■ **What the exercise asks**:
Stop after the line that contains "from conftest import ROOT, run_cli, write_csv"; until then, restate each line of the entries word for word from the very first.
** The input follows **
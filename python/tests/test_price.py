"""saltus.price against the command line (same digits), the 40-digit mpmath
fixture (accuracy) and the row contract (bad rows)."""

from __future__ import annotations

import csv
import re
import math
import random
import threading

import numpy as np
import pandas as pd
import pytest

import saltus
from conftest import ROOT, run_cli, write_csv

GREEKS = saltus.RESULT_COLUMNS[:10]


def invented_book(n: int, seed: int):
    """An invented book spanning short to long expiries, wings and jump
    regimes, with a few bad rows (made-up numbers, no market data)."""
    rng = random.Random(seed)
    header = ["id", "kind", "spot", "strike", "expiry", "rate", "div_yield",
              "vol", "jump_rate", "jump_mean", "jump_vol", "quantity"]
    rows = []
    for i in range(n):
        s = rng.choice([20.0, 100.0, 2500.0])
        rows.append([
            f"Q{i}", rng.choice(["call", "put", "Call", " PUT "]), repr(s),
            repr(round(s * rng.uniform(0.4, 2.2), 4)),
            repr(rng.choice([0.0, 1 / 365, 0.1, 0.5, 2.0, 10.0])),
            repr(round(rng.uniform(-0.01, 0.08), 5)), repr(round(rng.uniform(0, 0.04), 5)),
            repr(rng.choice([0.0, 0.05, 0.2, 0.6])), repr(rng.choice([0.0, 0.1, 1.0, 8.0])),
            repr(round(rng.uniform(-0.5, 0.2), 4)), repr(rng.choice([0.0, 0.05, 0.3])),
            repr(rng.choice([1, -3, 10])),
        ])
    rows[3][7] = "-0.2"        # negative vol
    rows[5][3] = "abc"         # strike not a number
    rows[7][1] = "straddle"    # bad kind
    rows[9][8] = ""            # missing jump_rate
    rows[11][2] = "32%"        # nearly a number
    return header, rows


def same_float(a: str, b: float) -> bool:
    if a == "":
        return math.isnan(b)
    return float(a) == b and not math.isnan(b)


@pytest.mark.parametrize("implied", [False, True])
def test_same_digits_as_the_cli(cli, tmp_path, implied):
    """Every value and status equals `saltus price` on the same CSV (source:
    the command-line tool; the CLI writes shortest round-trip decimals, so
    reading them back gives the same doubles)."""
    header, rows = invented_book(400, 7)
    book = write_csv(tmp_path / "book.csv", header, rows)
    args = ["price", str(book)] + (["--implied-vol"] if implied else [])
    h, got = run_cli(cli, args, tmp_path)
    frame = pd.read_csv(book, dtype=str, keep_default_na=False)
    out = saltus.price(frame, implied_vol=implied)
    cols = GREEKS + (["implied_vol"] if implied else []) + ["terms"]
    assert h[len(header):] == cols + ["status"]
    assert list(out.columns) == header + cols + ["status"]
    for i, r in enumerate(got):
        rec = dict(zip(h, r))
        # The CLI counts input lines (header = line 1); Python counts rows from 0.
        assert out["status"][i] == rec["status"].replace(f"line {i + 2}:", f"row {i}:"), i
        for c in cols:
            assert same_float(rec[c], out[c][i]), (i, c, rec[c], out[c][i])


def test_numeric_frame_equals_text_frame(tmp_path):
    """pd.read_csv with numeric dtypes gives the same digits as text columns
    when pandas parses floats correctly rounded (float_precision="round_trip";
    its default parser is not correctly rounded in every pandas version)."""
    header, rows = invented_book(200, 11)
    good = [r for i, r in enumerate(rows) if i not in (3, 5, 7, 9, 11)]
    book = write_csv(tmp_path / "good.csv", header, good)
    a = saltus.price(pd.read_csv(book, float_precision="round_trip"))
    b = saltus.price(pd.read_csv(book, dtype=str))
    for c in GREEKS + ["terms"]:
        np.testing.assert_array_equal(a[c].to_numpy(), b[c].to_numpy())
    assert (a["status"] == "ok").all()


def test_against_the_mpmath_fixture():
    """Prices within 1e-13 x spot and Greeks within 1e-9 relative of the
    40-digit mpmath values (tests/data/merton_reference.csv, made by
    scripts/make_reference.py) - the bounds the Rust reference test asserts."""
    ref = pd.read_csv(ROOT / "tests" / "data" / "merton_reference.csv", dtype={"case": str})
    out = saltus.price(ref.drop(columns=GREEKS + ["vanna", "volga"]))
    assert (out["status"] == "ok").all(), out["status"].tolist()
    for c in GREEKS:
        want = ref[c].to_numpy()
        got = out[c].to_numpy()
        tol = (1e-13 if c == "price" else 1e-9) * np.maximum(np.abs(want), 1e-4 * ref["spot"])
        if c == "price":
            tol = 1e-13 * ref["spot"].to_numpy()
        bad = np.abs(got - want) > tol
        assert not bad.any(), (c, ref["case"][bad].tolist())


def test_bad_rows_keep_their_place_and_say_why():
    """The row contract of README 'Bad input', with 0-based row positions."""
    frame = {
        "kind": np.array(["call", "put", "call", "put"], dtype=object),
        "spot": np.array([100.0, 100.0, np.nan, 100.0]),
        "strike": np.array([100.0, 90.0, 100.0, 100.0]),
        "expiry": np.array([0.5, 0.5, 0.5, 0.5]),
        "rate": np.array([0.02, 0.02, 0.02, 0.02]),
        "vol": np.array([0.2, -0.2, 0.2, np.inf]),
        "jump_rate": np.array([0.3, 0.3, 0.3, 0.3]),
        "jump_mean": np.array([-0.1, -0.1, -0.1, -0.1]),
        "jump_vol": np.array([0.15, 0.15, 0.15, 0.15]),
        "div_yield": np.array([np.nan, 0.01, 0.0, 0.0]),
    }
    out = saltus.price(frame)
    assert out["status"] == [
        "ok",
        "error: row 1: vol must not be negative, got -0.2",
        "error: row 2: spot is missing",
        "error: row 3: vol is not a finite number (inf)",
    ]
    assert np.isfinite(out["price"][0]) and np.isnan(out["price"][1:]).all()
    # An empty (NaN) optional cell takes its default: div_yield 0.
    again = saltus.price({**frame, "div_yield": np.zeros(4)})
    assert again["price"][0] == out["price"][0]


def test_book_errors_are_exceptions():
    base = {"kind": ["call"], "spot": [100.0], "strike": [100.0], "expiry": [1.0],
            "rate": [0.0], "vol": [0.2], "jump_rate": [0.1], "jump_mean": [0.0]}
    with pytest.raises(saltus.BookError, match="missing required columns: jump_vol"):
        saltus.price(base)
    with pytest.raises(saltus.BookError, match="column jump_vol has 2 rows where kind has 1"):
        saltus.price({**base, "jump_vol": [0.1, 0.2]})
    with pytest.raises(saltus.BookError, match="more than once"):
        saltus.price({**base, "jump_vol": [0.1], " Jump_Vol": [0.1]})
    with pytest.raises(TypeError):
        saltus.price([1, 2, 3])


def test_columns_found_by_name_in_any_case_and_order():
    f = pd.DataFrame({" JUMP_VOL": [0.1], "Kind": ["put"], "spot": [100], "strike": [95],
                      "expiry": [1], "rate": [0.01], "vol": [0.2], "jump_rate": [0.5],
                      "jump_mean": [-0.2], "note": ["kept"]})
    out = saltus.price(f)
    assert out["status"][0] == "ok" and out["note"][0] == "kept"
    assert list(out.columns)[:10] == list(f.columns)


def test_pyarrow_table():
    pa = pytest.importorskip("pyarrow")
    header, rows = invented_book(50, 3)
    f = pd.DataFrame(rows, columns=header)
    a = saltus.price(f)
    t = saltus.price(pa.Table.from_pandas(f, preserve_index=False))
    assert t.column_names == list(a.columns)
    np.testing.assert_array_equal(t.column("price").to_numpy(zero_copy_only=False),
                                  a["price"].to_numpy())
    assert t.column("status").to_pylist() == a["status"].tolist()


def test_gil_is_released_while_pricing():
    """Another Python thread runs while the native library prices (the GIL
    is released around the computation)."""
    n = 300_000
    rng = np.random.default_rng(1)
    args = dict(
        kind=["call"] * n, spot=np.full(n, 100.0), strike=rng.uniform(50, 150, n),
        expiry=rng.uniform(0.1, 3, n), rate=np.full(n, 0.02), vol=np.full(n, 0.2),
        jump_rate=np.full(n, 2.0), jump_mean=np.full(n, -0.1), jump_vol=np.full(n, 0.2),
    )
    started = threading.Event()
    done = threading.Event()

    def work():
        started.set()
        saltus._saltus.price_columns(**args)
        done.set()

    t = threading.Thread(target=work)
    t.start()
    started.wait()
    count = 0
    while not done.is_set():
        count += 1
    t.join()
    assert count > 1000, count


def test_dated_expiries_match_the_cli(cli, tmp_path):
    """Dates as expiries: ACT/365 fixed from the valuation date, the same
    expiry_years and prices as `saltus price --valuation-date` (source: the
    command line), with datetime64 columns and per-row valuation dates."""
    header = ["id", "kind", "spot", "strike", "expiry", "valuation_date", "rate", "vol",
              "jump_rate", "jump_mean", "jump_vol"]
    rows = [
        ["D1", "call", "100", "95", "2027-03-19", "", "0.03", "0.2", "0.5", "-0.1", "0.2"],
        ["D2", "put", "100", "105", "2028-02-29", "2027-01-04", "0.03", "0.2", "0.5", "-0.1", "0.2"],
        ["D3", "put", "100", "105", "0.75", "", "0.03", "0.2", "0.5", "-0.1", "0.2"],
        ["D4", "call", "100", "95", "2026-11-30", "", "0.03", "0.2", "0.5", "-0.1", "0.2"],
        ["D5", "call", "100", "95", "2027-02-30", "", "0.03", "0.2", "0.5", "-0.1", "0.2"],
    ]
    book = write_csv(tmp_path / "dated.csv", header, rows)
    h, got = run_cli(cli, ["price", str(book), "--valuation-date", "2026-12-02"], tmp_path)
    text = saltus.price(pd.read_csv(book, dtype=str, keep_default_na=False),
                        valuation_date="2026-12-02")
    assert list(text.columns) == h
    for i, r in enumerate(got):
        rec = dict(zip(h, r))
        assert text["status"][i] == rec["status"].replace(f"line {i + 2}:", f"row {i}:")
        for c in ["expiry_years"] + GREEKS:
            assert same_float(rec[c], text[c][i]), (i, c)
    # 2026-12-02 to 2027-03-19 is 107 days (counted by hand: 29 + 31 + 28 + 19).
    assert text["expiry_years"][0] == 107 / 365
    # The same book with datetime64 columns and a date object.
    import datetime as dt
    typed = pd.read_csv(book, dtype=str, keep_default_na=False).iloc[[0, 1]].copy()
    typed["expiry"] = pd.to_datetime(typed["expiry"])
    typed["valuation_date"] = pd.to_datetime(typed["valuation_date"].replace("", None))
    out = saltus.price(typed, valuation_date=dt.date(2026, 12, 2))
    np.testing.assert_array_equal(out["price"].to_numpy(), text["price"][:2].to_numpy())
    with pytest.raises(saltus.BookError, match="time of day"):
        saltus.price(typed.assign(expiry=pd.to_datetime(["2027-03-19 10:00", "2028-02-29 00:00"])))


def test_american_rows_match_the_cli(cli, tmp_path):
    """An `exercise` column: American rows by the PIDE, with the premium and
    the error estimate, the same digits as `saltus price` (source: the
    command line); the premium is never negative and a bad style is a row
    error with the CLI's words."""
    header = ["id", "kind", "exercise", "spot", "strike", "expiry", "rate", "div_yield", "vol",
              "jump_rate", "jump_mean", "jump_vol"]
    rows = [
        ["A1", "put", "american", "100", "105", "0.5", "0.05", "0", "0.25", "0.2", "-0.2", "0.1"],
        ["A2", "call", "European", "100", "95", "0.5", "0.05", "0", "0.25", "0.2", "-0.2", "0.1"],
        ["A3", "call", "", "100", "95", "0.5", "0.05", "0", "0.25", "0.2", "-0.2", "0.1"],
        ["A4", "put", "bermudan", "100", "95", "0.5", "0.05", "0", "0.25", "0.2", "-0.2", "0.1"],
    ]
    book = write_csv(tmp_path / "am.csv", header, rows)
    h, got = run_cli(cli, ["price", str(book), "--pide-tol", "1e-5"], tmp_path)
    out = saltus.price(pd.read_csv(book, dtype=str, keep_default_na=False), pide_tol=1e-5)
    assert list(out.columns) == h
    cols = GREEKS + ["early_exercise_premium", "error_estimate", "terms"]
    for i, r in enumerate(got):
        rec = dict(zip(h, r))
        assert out["status"][i] == rec["status"].replace(f"line {i + 2}:", f"row {i}:")
        for c in cols:
            assert same_float(rec[c], out[c][i]), (i, c, rec[c], out[c][i])
    assert out["early_exercise_premium"][0] > 0 and out["early_exercise_premium"][1] == 0
    assert out["status"][3] == "error: row 3: exercise 'bermudan' is not european or american"
    with pytest.raises(saltus.BookError, match="pide_tol"):
        saltus.price(pd.read_csv(book, dtype=str, keep_default_na=False), pide_tol=0.5)


def test_crosscheck_matches_the_cli(cli, tmp_path):
    """saltus.crosscheck: every column and verdict equals `saltus crosscheck`
    with the same --paths and --seed on a book with ids (source: the command
    line; streams are keyed on seed and id), and the digits do not depend on
    the order of the book."""
    header, rows = invented_book(24, 5)
    book = write_csv(tmp_path / "xc.csv", header, rows)
    h, got = run_cli(cli, ["crosscheck", str(book), "--paths", "20000", "--seed", "7"], tmp_path)
    frame = pd.read_csv(book, dtype=str, keep_default_na=False)
    out = saltus.crosscheck(frame, paths=20000, seed=7)
    assert list(out.columns) == h
    text_cols = {"mc_method", "verdict", "status"}
    for i, r in enumerate(got):
        rec = dict(zip(h, r))
        assert out["status"][i] == rec["status"].replace(f"line {i + 2}:", f"row {i}:")
        for c in saltus.CHECK_COLUMNS:
            if c in text_cols - {"status"}:
                assert out[c][i] == rec[c], (i, c)
            elif c != "status":
                assert same_float(rec[c], out[c][i]), (i, c, rec[c], out[c][i])
    rev = saltus.crosscheck(frame.iloc[::-1].reset_index(drop=True), paths=20000, seed=7)
    np.testing.assert_array_equal(rev["price_mc"].to_numpy()[::-1], out["price_mc"].to_numpy())


def test_calibrate_matches_the_cli(cli, tmp_path):
    """saltus.calibrate gives the PARAMS and residuals files of
    `saltus calibrate` on the invented demo quote sheet (source: the command
    line), from the file and from a DataFrame of it."""
    import subprocess

    sheet = ROOT / "data" / "demo_quotes.csv"
    params_csv = tmp_path / "params.csv"
    res_csv = tmp_path / "res.csv"
    proc = subprocess.run([str(cli), "calibrate", str(sheet), "-o", str(params_csv),
                           "--residuals", str(res_csv), "-q"], capture_output=True, text=True)
    assert proc.returncode in (0, 1), proc.stderr
    read = lambda p: pd.read_csv(p, float_precision="round_trip",  # noqa: E731
                                 keep_default_na=False, na_values=[""])
    want_p, want_r = read(params_csv), read(res_csv)
    got_p, got_r = saltus.calibrate(str(sheet))
    pd.testing.assert_frame_equal(got_p, want_p)
    pd.testing.assert_frame_equal(got_r, want_r)
    frame = pd.read_csv(sheet, dtype=str, keep_default_na=False)
    fp, fr = saltus.calibrate(frame)
    pd.testing.assert_frame_equal(fp, want_p)
    assert fr["status"].tolist() == [
        re.sub(r"line (\d+):", lambda m: f"row {int(m.group(1)) - 2}:", s)
        for s in want_r["status"]
    ]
** End of The input **
■ **Exercise solution**:
filename python/tests/test_price.py
"""saltus.price against the command line (same digits), the 40-digit mpmath
fixture (accuracy) and the row contract (bad rows)."""

from __future__ import annotations

import csv
import re
import math
import random
import threading

import numpy as np
import pandas as pd
import pytest

import saltus
from conftest import ROOT, run_cli, write_csv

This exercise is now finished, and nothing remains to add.